Nussach HaTefillah

16 Jun 2016

The role of the Nussach HaTefillah Initiative, spearheaded by Cantor Chaim Dovid Berson, Cantor of the Jewish Center in Manhattan, is simple and focused:

 To make Nussach HaTefillah resources easily accessible to everyone.

What is this Nusach Hatefilah?
Cantor Joel Kaplan, Congregation Beth Shalom of Lawrence, NY & Honorary President of the Cantorial Council of America.

Nussach HaTefillah is how we daven to Hashem.

We thank Hashem and make requests  multiple times a day,  as we rise in the morning, perform our daily ablutions, eat, travel, eat again, work, daven,  snack, work, daven,  eat again, learn,  prepare for bed…. And beseech Him to keep us all safe and secure.

In these days of great peril for Am Yisroel and Medinas Yisroel, these tefillos are ever more crucial. Could we envision a surgeon performing surgery, without knowing anatomy? Or an attorney arguing his client’s case without knowing the law underpinning his position?

Then we too must know how to daven to Hashem utilizing the acceptable nussach.

For hundreds of years, using the correct musical mode has not been just a choice, or a best practice, or a preferred way of davening; it is the Halacha.

The Maharil, Rabbi Jacob Möllin (1365-1425 CE), decreed  that there are rules, parameters and musical guidelines that must be followed and that dictate the use of any and all melodies in our tefillot.
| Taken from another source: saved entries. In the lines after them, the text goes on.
"""`nodekeep init` works from a built wheel in a fresh environment, not only from a checkout."""

from __future__ import annotations

import subprocess
import sys
import sysconfig
import venv
from pathlib import Path

import pytest

REPO = Path(__file__).resolve().parents[2]


@pytest.mark.slow
def test_init_from_installed_wheel(tmp_path):
    dist = tmp_path / "dist"
    subprocess.run(
        [sys.executable, "-m", "pip", "wheel", "--quiet", "--no-deps", "--no-build-isolation",
         "-w", str(dist), str(REPO)],
        check=True, capture_output=True,
    )
    wheel = next(dist.glob("nodekeep-*.whl"))
    env_dir = tmp_path / "fresh"
    venv.create(env_dir, with_pip=False)
    fresh_py = env_dir / "bin" / "python"
    site = Path(subprocess.run(
        [str(fresh_py), "-c", "import sysconfig; print(sysconfig.get_paths()['purelib'])"],
        check=True, capture_output=True, text=True).stdout.strip())
    # Third-party dependencies come from the test environment; nodekeep itself only from
    # the wheel (a path line in a .pth file does not run the editable-install hook).
    (site / "deps.pth").write_text(sysconfig.get_paths()["purelib"] + "\n")
    subprocess.run([sys.executable, "-m", "pip", "install", "--quiet", "--no-deps",
                    "--target", str(site), str(wheel)], check=True, capture_output=True)
    where = subprocess.run(
        [str(fresh_py), "-c",
         "import archive, archive.store.migrate as m; print(archive.__file__); "
         "print(m.script_location())"],
        check=True, capture_output=True, text=True, cwd=tmp_path).stdout.split()
    assert all(Path(p).is_relative_to(site) for p in where), where
    run = subprocess.run([str(fresh_py), "-m", "archive", "init", str(tmp_path / "arc")],
                         capture_output=True, text=True, cwd=tmp_path)
    assert run.returncode == 0, run.stderr
    assert "created archive" in run.stdout and "schema" in run.stdout
    run = subprocess.run([str(fresh_py), "-m", "archive", "-A", str(tmp_path / "arc"),
                          "survey", "create", "Kestrel Flats 3D", "--crs", "EPSG:32614"],
                         capture_output=True, text=True, cwd=tmp_path)
    assert run.returncode == 0, run.stderr
    assert "UTM zone 14N" in run.stdout
    # every package of the checkout is in the wheel (a package missing from the build's
    # list installs nothing and fails only when a command imports it)
    packages = sorted("archive." + p.parent.name for p in (REPO / "archive").glob("*/__init__.py"))
    run = subprocess.run([str(fresh_py), "-c", "import importlib, sys; "
                          "[importlib.import_module(m) for m in sys.argv[1:]]", *packages],
                         capture_output=True, text=True, cwd=tmp_path)
    assert run.returncode == 0, run.stderr
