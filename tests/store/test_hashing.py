"""Canonical JSON and table digests."""

from __future__ import annotations

import hashlib
from datetime import UTC, datetime

import numpy as np
import pyarrow as pa
import pytest

from archive.store.hashing import canonical_hash, canonical_json, table_digest


def test_canonical_json_is_key_order_independent_and_compact():
    a = canonical_json({"b": 1, "a": [1.5, "é"], "t": datetime(2026, 1, 2, 3, 4, 5, tzinfo=UTC)})
    b = canonical_json({"t": datetime(2026, 1, 2, 3, 4, 5, tzinfo=UTC), "a": [1.5, "é"], "b": 1})
    assert a == b
    assert a == '{"a":[1.5,"é"],"b":1,"t":"2026-01-02T03:04:05+00:00"}'.encode()
    assert canonical_hash({"x": 1}) == hashlib.sha256(b'{"x":1}').hexdigest()


def test_canonical_json_refuses_nan_and_naive_time():
    with pytest.raises(ValueError):
        canonical_json({"x": float("nan")})
    with pytest.raises(ValueError, match="NaN or infinity"):
        canonical_json({"x": [{"y": (1.0, np.float64("-inf"))}]})
    with pytest.raises(TypeError):
        canonical_json({"t": datetime(2026, 1, 1)})  # noqa: DTZ001 - the point of the test


def test_table_digest_ignores_chunking_but_sees_values():
    t1 = pa.table({"x": [1.0, 2.0, 3.0]})
    t2 = pa.concat_tables([pa.table({"x": [1.0]}), pa.table({"x": [2.0, 3.0]})])
    assert table_digest(t1) == table_digest(t2)
    assert table_digest(t1) != table_digest(pa.table({"x": [1.0, 2.0, 3.0000001]}))


def test_table_digest_survives_parquet_round_trip_with_nulls(tmp_path):
    """The bytes behind null slots (NaN here) must not change the digest: Parquet does not
    keep them, so a stored table read back must hash like the one that was written."""
    import numpy as np
    import pyarrow.parquet as pq

    values = pa.array(np.array([1.0, np.nan, 3.0]), mask=np.array([False, True, False]))
    t = pa.table({"x": values, "s": pa.array(["a", None, "c"]), "i": pa.array([1, None, 3])})
    pq.write_table(t, tmp_path / "t.parquet")
    back = pq.read_table(tmp_path / "t.parquet")
    assert table_digest(back) == table_digest(t)
    # a null and a valid value that equals the filler are still different tables
    assert table_digest(pa.table({"i": pa.array([0, 1])})) != table_digest(
        pa.table({"i": pa.array([None, 1])}))
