"""An archive written before occupations were numbered still reproduces, traces and delivers.

``saved/rev0001-run`` (see its README) holds a run of manifest format 1 and two deliveries
whose files repeat the key 1001/5002 index 1 for two occupations of that station.
"""

from __future__ import annotations

import json
import shutil
from pathlib import Path

import pytest

from archive.deliver.deliveries import deliver
from archive.lineage.check import check_delivery
from archive.lineage.reproduce import reproduce
from archive.lineage.trace import trace_file, trace_station
from archive.lineage.where import where
from archive.store import migrate
from archive.store.archive import Archive
from archive.store.verify import verify_archive
from tests.support.cli import invoke
from tests.support.delivery_tables import read_sps_r

SAVED = Path(__file__).parent / "saved" / "rev0001-run"
RUN = "29fef7454d464f37ddef675f66ba5ae613dcdccc95540c81e752ea92b682e61a"
# the same survey solved and delivered by nodekeep 0.2.0 (manifest format 2, occupations)
SAVED_V2 = Path(__file__).parent / "saved" / "rev0001-occupations"
RUN_V2 = "dcbad3903fac9d84e3448fd0af6ec2e15522520703a924ae4a04f013c296c961"


@pytest.fixture
def old(tmp_path):
    root = tmp_path / "archive"
    shutil.copytree(SAVED, root)
    arc = Archive.open(root, check_schema=False)
    migrate.upgrade(arc.engine)
    yield arc, root
    arc.close()


def test_its_run_reproduces_bit_for_bit(old):
    arc, _ = old
    r = reproduce(arc, RUN[:10])
    assert r["identical"] is True and r["code_version_differs"] is True
    assert verify_archive(arc).ok


def test_its_deliveries_still_check_and_trace(old):
    arc, root = old
    for name in ("receivers.csv", "receivers.sps"):
        c = check_delivery(arc, root / "delivered" / name)
        assert c.ok, [str(p) for p in c.problems]
        t = trace_file(arc, root / "delivered" / name)
        assert t["run"]["id"] == RUN and len(t["raw_files"]) == 4
    # the old files hold 1001/5002 index 1 twice; read through the run, each record is
    # tied to its own occupation (node 310002 first, 310004 re-laid)
    w = where(arc, 1, 1001, 5002)
    assert [(o["index"], o["node"]) for o in w["occupations"]] == [(1, "310002"), (2, "310004")]
    assert all(h["legacy"] for o in w["occupations"] for h in o["history"])
    t = trace_station(arc, 1, 1001, 5002)
    assert [(o["index"], [d["id"] for d in o["deliveries"]]) for o in t["occupations"]] == [
        (1, [1, 2]), (2, [1, 2])]


def test_a_new_delivery_of_the_old_run_numbers_the_occupations(old, runner):
    arc, root = old
    res = deliver(arc, 1, RUN, "sps", root / "again.sps", "Harrow Basin Energy",
                  allow_flags=True)
    recs = read_sps_r((root / "again.sps").read_text())
    keys = [(r["line"], r["point"], r["index"]) for r in recs]
    assert keys == [(1001.0, 5001.0, 1), (1001.0, 5002.0, 1), (1001.0, 5002.0, 2),
                    (1001.0, 5003.0, 1)]
    assert res.n_records == 4 and res.n_stations == 3
    lineage = json.loads((root / "again.sps.lineage.json").read_text())
    st = next(s for s in lineage["occupations"] if s["point"] == 5002.0)
    assert [(o["index"], o["node"]) for o in st["occupations"]] == [(1, "310002"), (2, "310004")]
    r = invoke(runner, root, "edit", "reject", "1001", "5002", "--reason", "x")
    assert r.exit_code == 2 and "index 1: node 310002" in r.stderr


def test_a_run_with_occupations_saved_by_an_earlier_version_reproduces(tmp_path):
    root = tmp_path / "v2"
    shutil.copytree(SAVED_V2, root)
    with Archive.open(root, check_schema=False) as arc:
        migrate.upgrade(arc.engine)
        r = reproduce(arc, RUN_V2[:10])
        assert r["identical"] is True
        for name in ("receivers.csv", "receivers.sps"):
            c = check_delivery(arc, root / "delivered" / name)
            assert c.ok, [str(p) for p in c.problems]
        keys = [(x["line"], x["point"], x["index"])
                for x in read_sps_r((root / "delivered" / "receivers.sps").read_text())]
        assert (1001.0, 5002.0, 2) in keys and len(set(keys)) == 4
        assert verify_archive(arc).ok


def test_a_bundle_of_an_archive_written_before_payload_digests(tmp_path):
    """Events hashed over their payload text (scheme 1) cannot be reduced to a digest: the
    bundle carries them whole, and the rows they recorded that it leaves out (the other
    delivery) are declared left out, so the bundle still verifies, proves the held file and
    reproduces the run."""
    from archive.lineage.bundle import make_bundle

    root = tmp_path / "v2"
    shutil.copytree(SAVED_V2, root)
    with Archive.open(root, check_schema=False) as arc:
        migrate.upgrade(arc.engine)
    with Archive.open(root, read_only=True) as arc:
        held = root / "delivered" / "receivers.csv"
        delivery_id = json.loads((root / "delivered" / "receivers.csv.lineage.json")
                                 .read_text(encoding="utf-8"))["delivery"]["id"]
        res = make_bundle(arc, [delivery_id], tmp_path / "bundle")
    assert res.subset.rows_left_out == 1 and res.subset.events_reduced == 0
    with Archive.open(tmp_path / "bundle") as b:
        report = verify_archive(b)
        assert report.ok and report.rows_left_out == 1
        assert check_delivery(b, held).ok
        assert reproduce(b, RUN_V2[:10])["identical"] is True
This was codified as part of our halachic tradition. One should not digress from the customs of the place, even with regard to tunes and piyutim that are used. The Rema codified this ruling of the Maharil as normative halacha.

Some of these nigunim are described as Misinai, not because we have actually traced their origin back to Sinai, but because of their authenticity and tradition. Yet, with the advent of contemporary music into our society and even into our shuls and our davening, and the absence of resources through which the average layman can learn the authentic melodies, nussach has slowly but surely been disappearing from our shuls. It is not that singing a pop tune is bad; it might be quite sing-along-able. Shlomo Carlebach’s melodies are quite “catchy” and uplifting. But If you came to shul on Kol Nidrei eve, and the baal tefilah got up for Kol Nidrei, and sang his own composition, would that be acceptable? Or if someone went up to laen, and substituted his own set of trop, would that be acceptable?

We need to regain the authentic tradition of nussach hatefillah.